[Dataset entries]
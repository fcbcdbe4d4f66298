"""A stand-in for the core's grid reducer (``doseattr.core.exposure.grid``,
written separately), with its interface, for testing the input side on its
own: per zone, the population and population x concentration on a few
log-spaced concentration bins (``np.bincount`` of zone x bin), the
population at zero concentration, the cells used, and the cells skipped
(NaN or negative concentration or population, zone index below 0) with
their population."""

from __future__ import annotations

from dataclasses import dataclass

import numpy as np

#: Upper edges of the positive bins (the last bin is open above).
EDGES = np.geomspace(0.5, 50.0, 7)
N_BINS = len(EDGES) + 1


@dataclass(frozen=True)
class BlockSums:
    weight: np.ndarray
    moment: np.ndarray
    zero: np.ndarray
    cells: np.ndarray
    skipped: int
    skipped_population: float

    def __add__(self, other: BlockSums) -> BlockSums:
        return BlockSums(self.weight + other.weight, self.moment + other.moment,
                         self.zero + other.zero, self.cells + other.cells,
                         self.skipped + other.skipped,
                         self.skipped_population + other.skipped_population)


def reduce_block(conc, pop, zone_index, n_zones):
    c, p, z = (np.asarray(a).ravel() for a in (conc, pop, zone_index))
    good_pop = np.isfinite(p) & (p >= 0)
    ok = np.isfinite(c) & (c >= 0) & good_pop & (z >= 0) & (z < n_zones)
    zero = ok & (c == 0)
    pos = ok & (c > 0)
    flat = z[pos] * N_BINS + np.searchsorted(EDGES, c[pos])
    size = n_zones * N_BINS
    weight = np.bincount(flat, weights=p[pos], minlength=size).reshape(n_zones, N_BINS)
    moment = np.bincount(flat, weights=p[pos] * c[pos], minlength=size).reshape(n_zones, N_BINS)
    return BlockSums(weight, moment, np.bincount(z[zero], weights=p[zero], minlength=n_zones),
                     np.bincount(z[ok], minlength=n_zones), int((~ok).sum()),
                     float(p[~ok & good_pop].sum()))
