"""Multi-category PAF, the categorical comparison and the burden density."""

from __future__ import annotations

import numpy as np
import pytest
from hypothesis import given, settings
from hypothesis import strategies as st
from scipy import integrate, stats

from doseattr.core.attribution.categorical import (
    band_means,
    band_shares,
    categorical_comparison,
    multi_category_paf,
)
from doseattr.core.attribution.contribution import burden_density
from doseattr.core.attribution.fractions import paf
from doseattr.core.curves.base import Curve
from doseattr.core.curves.linear import LinearExcess
from doseattr.core.curves.loglinear import LogLinear
from doseattr.core.exposure.base import Exposure
from doseattr.core.exposure.registry import FAMILIES


def test_levin_single_level():
    """One exposed level: the multi-category formula reduces to Levin (1953),
    p(RR - 1) / (1 + p(RR - 1)), written out here."""
    p, rr = 0.3, 2.5
    levin = p * (rr - 1) / (1 + p * (rr - 1))
    assert multi_category_paf([0.7, 0.3], [1.0, 2.5]) == pytest.approx(levin, rel=1e-15)


@given(st.lists(st.floats(0.01, 1.0), min_size=2, max_size=6),
       st.lists(st.floats(1.0, 20.0), min_size=6, max_size=6))
@settings(max_examples=60, deadline=None)
def test_multi_category_equals_case_based(raw_p, rr6):
    """Miettinen (1974) case-based formula sum pc_i (RR_i - 1)/RR_i, with the
    case shares pc_i = p_i RR_i / sum p_j RR_j implied by the population
    shares, equals the population-based multi-category formula (Rockhill,
    Newman & Weinberg 1998): both are 1 - 1/sum p_i RR_i (algebra)."""
    p = np.array(raw_p) / np.sum(raw_p)
    rr = np.concatenate([[1.0], rr6[: len(p) - 1]])
    pc = p * rr / np.sum(p * rr)
    case_based = float(np.sum(pc * (rr - 1) / rr))
    assert multi_category_paf(p, rr) == pytest.approx(case_based, rel=1e-12, abs=1e-15)


def test_shares_and_means_vs_scipy():
    """Band shares and conditional means against scipy.stats.gamma cdf and
    expect(lb, ub) (reference library), with an unexposed share u in the
    first band: p_1 = u + (1-u)F(c1); mean_1 = (1-u)E[X; X<c1]/p_1."""
    k, th, u = 2.2, 4.0, 0.15
    ex = Exposure(FAMILIES["gamma"], np.array([k, th]), u)
    cuts = np.array([3.0, 8.0, 15.0])
    d = stats.gamma(k, scale=th)
    edges = [0.0, 3.0, 8.0, 15.0, np.inf]
    p_ref = np.array([d.cdf(b) - d.cdf(a) for a, b in zip(edges[:-1], edges[1:])]) * (1 - u)
    p_ref[0] += u
    m_ref = np.array([(1 - u) * d.expect(lambda x: x, lb=a, ub=b)
                      for a, b in zip(edges[:-1], edges[1:])]) / p_ref
    assert band_shares(ex, cuts) == pytest.approx(p_ref, rel=1e-10)
    assert band_means(ex, cuts) == pytest.approx(m_ref, rel=1e-7)


def test_band_mean_is_exact_for_linear_curve():
    """For RR = 1 + b x and m = 0, E[RR | band] = RR(E[X | band]), so the
    multi-category formula with band-mean RRs reproduces the continuous PAF
    exactly (linearity of expectation), whatever the cutpoints."""
    curve = Curve(LinearExcess(), np.array([0.08]), np.eye(1))
    ex = Exposure(FAMILIES["lognormal"], np.array([5.0, 2.5]), 0.1)
    cmp_ = categorical_comparison(curve, ex, minimum_risk=0.0, cutpoints=[2.0, 6.0, 20.0])
    band_mean = {m.method: m for m in cmp_.methods}["band-mean"]
    assert band_mean.paf == pytest.approx(cmp_.continuous_paf, rel=1e-9)
    assert abs(band_mean.difference) < 1e-9


def test_convergence_with_more_bands():
    """For a convex RR (log-linear), Jensen's inequality makes RR(band mean)
    <= E[RR | band], and the gap shrinks as bands narrow: the categorical PAF
    rises towards the continuous one (Jensen 1906; common practice)."""
    curve = Curve(LogLinear(), np.array([0.1]), np.eye(1), max_dose=60.0)
    ex = Exposure(FAMILIES["gamma"], np.array([2.0, 5.0]))
    cmp_ = categorical_comparison(curve, ex, minimum_risk=0.0, cutpoints=[5.0, 10.0, 20.0])
    values = np.array([v for _, v in cmp_.convergence])
    assert np.all(values <= cmp_.continuous_paf + 1e-12)
    assert abs(values[-1] - cmp_.continuous_paf) < abs(values[0] - cmp_.continuous_paf)
    assert [k for k, _ in cmp_.convergence] == list(range(2, 21))


def test_reported_method_present_only_when_given():
    curve = Curve(LinearExcess(), np.array([0.05]), np.eye(1))
    ex = Exposure(FAMILIES["lognormal"], np.array([5.0, 2.0]))
    no = categorical_comparison(curve, ex, minimum_risk=0.0, cutpoints=[5.0])
    yes = categorical_comparison(curve, ex, minimum_risk=0.0, cutpoints=[5.0], reported_rr=[1.0, 1.4])
    assert [m.method for m in no.methods] == ["midpoint", "band-mean"]
    rep = yes.methods[0]
    p = band_shares(ex, [5.0])
    assert rep.method == "reported"
    assert rep.paf == pytest.approx(p[1] * 0.4 / (1 + p[1] * 0.4), rel=1e-12)


def test_burden_density_integrates_to_paf():
    """The density f(x)(RR_m(x) - 1)/E[RR_m] integrates to the PAF
    (definition); checked with scipy.integrate.quad of the same expression
    built from scipy.stats.lognorm, and the cumulative share at the grid end
    against quad up to that point."""
    curve = Curve(LinearExcess(), np.array([0.04]), np.eye(1), max_dose=40.0)
    ex = Exposure(FAMILIES["lognormal"], np.array([6.0, 2.2]), 0.2)
    m = 2.0
    c = burden_density(curve, ex, m)
    d = ex.family.scipy(ex.params)
    e_total = 1 / (1 - paf(curve, ex, minimum_risk=m))

    def dens(x):
        rr = 1 + 0.04 * min(max(x, m), 40.0)
        return 0.8 * d.pdf(x) * (rr / (1 + 0.04 * m) - 1) / e_total

    total = integrate.quad(dens, 0, m)[0] + integrate.quad(dens, m, 40)[0] \
        + integrate.quad(dens, 40, np.inf)[0]
    assert total == pytest.approx(paf(curve, ex, minimum_risk=m), rel=1e-7)
    assert c.paf == pytest.approx(paf(curve, ex, minimum_risk=m), rel=1e-12)
    assert np.interp(20.0, c.x, c.density) == pytest.approx(dens(20.0), rel=1e-3)
    end = c.x[-1]
    upto = integrate.quad(dens, m, min(end, 40.0))[0] + (integrate.quad(dens, 40.0, end)[0] if end > 40 else 0)
    assert c.cumulative[-1] == pytest.approx(upto / total, rel=1e-7)
    assert 0 < c.median < end


def test_empirical_path_is_weighted_mean():
    """family = empirical: PAF = 1 - 1/E with E the weighted mean of RR_m over
    the values (definition of expectation over a discrete distribution),
    computed here with numpy.average."""
    from doseattr.core.exposure.empirical import empirical
    x = np.array([0.0, 1.5, 4.0, 9.0, 22.0])
    w = np.array([3.0, 1.0, 2.0, 1.0, 0.5])
    curve = Curve(LinearExcess(), np.array([0.05]), np.eye(1), max_dose=15.0)
    m = 1.0
    rr = (1 + 0.05 * np.minimum(np.maximum(x, m), 15.0)) / (1 + 0.05 * m)
    e = np.average(rr, weights=w)
    assert paf(curve, empirical(x, w), minimum_risk=m) == pytest.approx(1 - 1 / e, rel=1e-12)
    c = burden_density(curve, empirical(x, w), m)
    assert c.paf == pytest.approx(1 - 1 / e, rel=1e-12)
    assert c.cumulative[-1] == pytest.approx(1.0, rel=1e-12)


def test_empirical_categorical_comparison():
    """Empirical exposure: band shares and band means are weighted sums over
    the values in each band (definition), written out with numpy here; the
    band-mean method is exact for a linear curve (linearity of expectation)."""
    from doseattr.core.exposure.empirical import empirical
    x = np.array([0.5, 1.5, 4.0, 6.0, 9.0, 22.0, 40.0])
    w = np.array([3.0, 1.0, 2.0, 1.0, 1.0, 0.5, 0.25])
    ex = empirical(x, w, unexposed=0.1)
    curve = Curve(LinearExcess(), np.array([0.05]), np.eye(1))
    cmp_ = categorical_comparison(curve, ex, minimum_risk=0.0, cutpoints=[2.0, 10.0])
    wn = w / w.sum()
    in_band = [(x <= 2.0), (x > 2.0) & (x <= 10.0), (x > 10.0)]
    shares = np.array([0.9 * wn[b].sum() for b in in_band])
    shares[0] += 0.1
    means = np.array([0.9 * (wn[b] * x[b]).sum() for b in in_band]) / shares
    assert cmp_.shares == pytest.approx(shares, rel=1e-12)
    assert cmp_.band_means == pytest.approx(means, rel=1e-12)
    bm = {m.method: m for m in cmp_.methods}["band-mean"]
    assert bm.paf == pytest.approx(cmp_.continuous_paf, rel=1e-12)
    assert len(cmp_.convergence) == 19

- **EXERCISE OBJECTIVE**
Starting at the line that has "cutpoints=[2.0, 6.0, 20.0])" and ending at the line that has "assert np.all(values <= cmp_.continuous_paf", please write out the lines above exactly, leaving out all others.

- **TASK OUTPUT**
    cmp_ = categorical_comparison(curve, ex, minimum_risk=0.0, cutpoints=[2.0, 6.0, 20.0])
    band_mean = {m.method: m for m in cmp_.methods}["band-mean"]
    assert band_mean.paf == pytest.approx(cmp_.continuous_paf, rel=1e-9)
    assert abs(band_mean.difference) < 1e-9


def test_convergence_with_more_bands():
    """For a convex RR (log-linear), Jensen's inequality makes RR(band mean)
    <= E[RR | band], and the gap shrinks as bands narrow: the categorical PAF
    rises towards the continuous one (Jensen 1906; common practice)."""
    curve = Curve(LogLinear(), np.array([0.1]), np.eye(1), max_dose=60.0)
    ex = Exposure(FAMILIES["gamma"], np.array([2.0, 5.0]))
    cmp_ = categorical_comparison(curve, ex, minimum_risk=0.0, cutpoints=[5.0, 10.0, 20.0])
    values = np.array([v for _, v in cmp_.convergence])
    assert np.all(values <= cmp_.continuous_paf + 1e-12)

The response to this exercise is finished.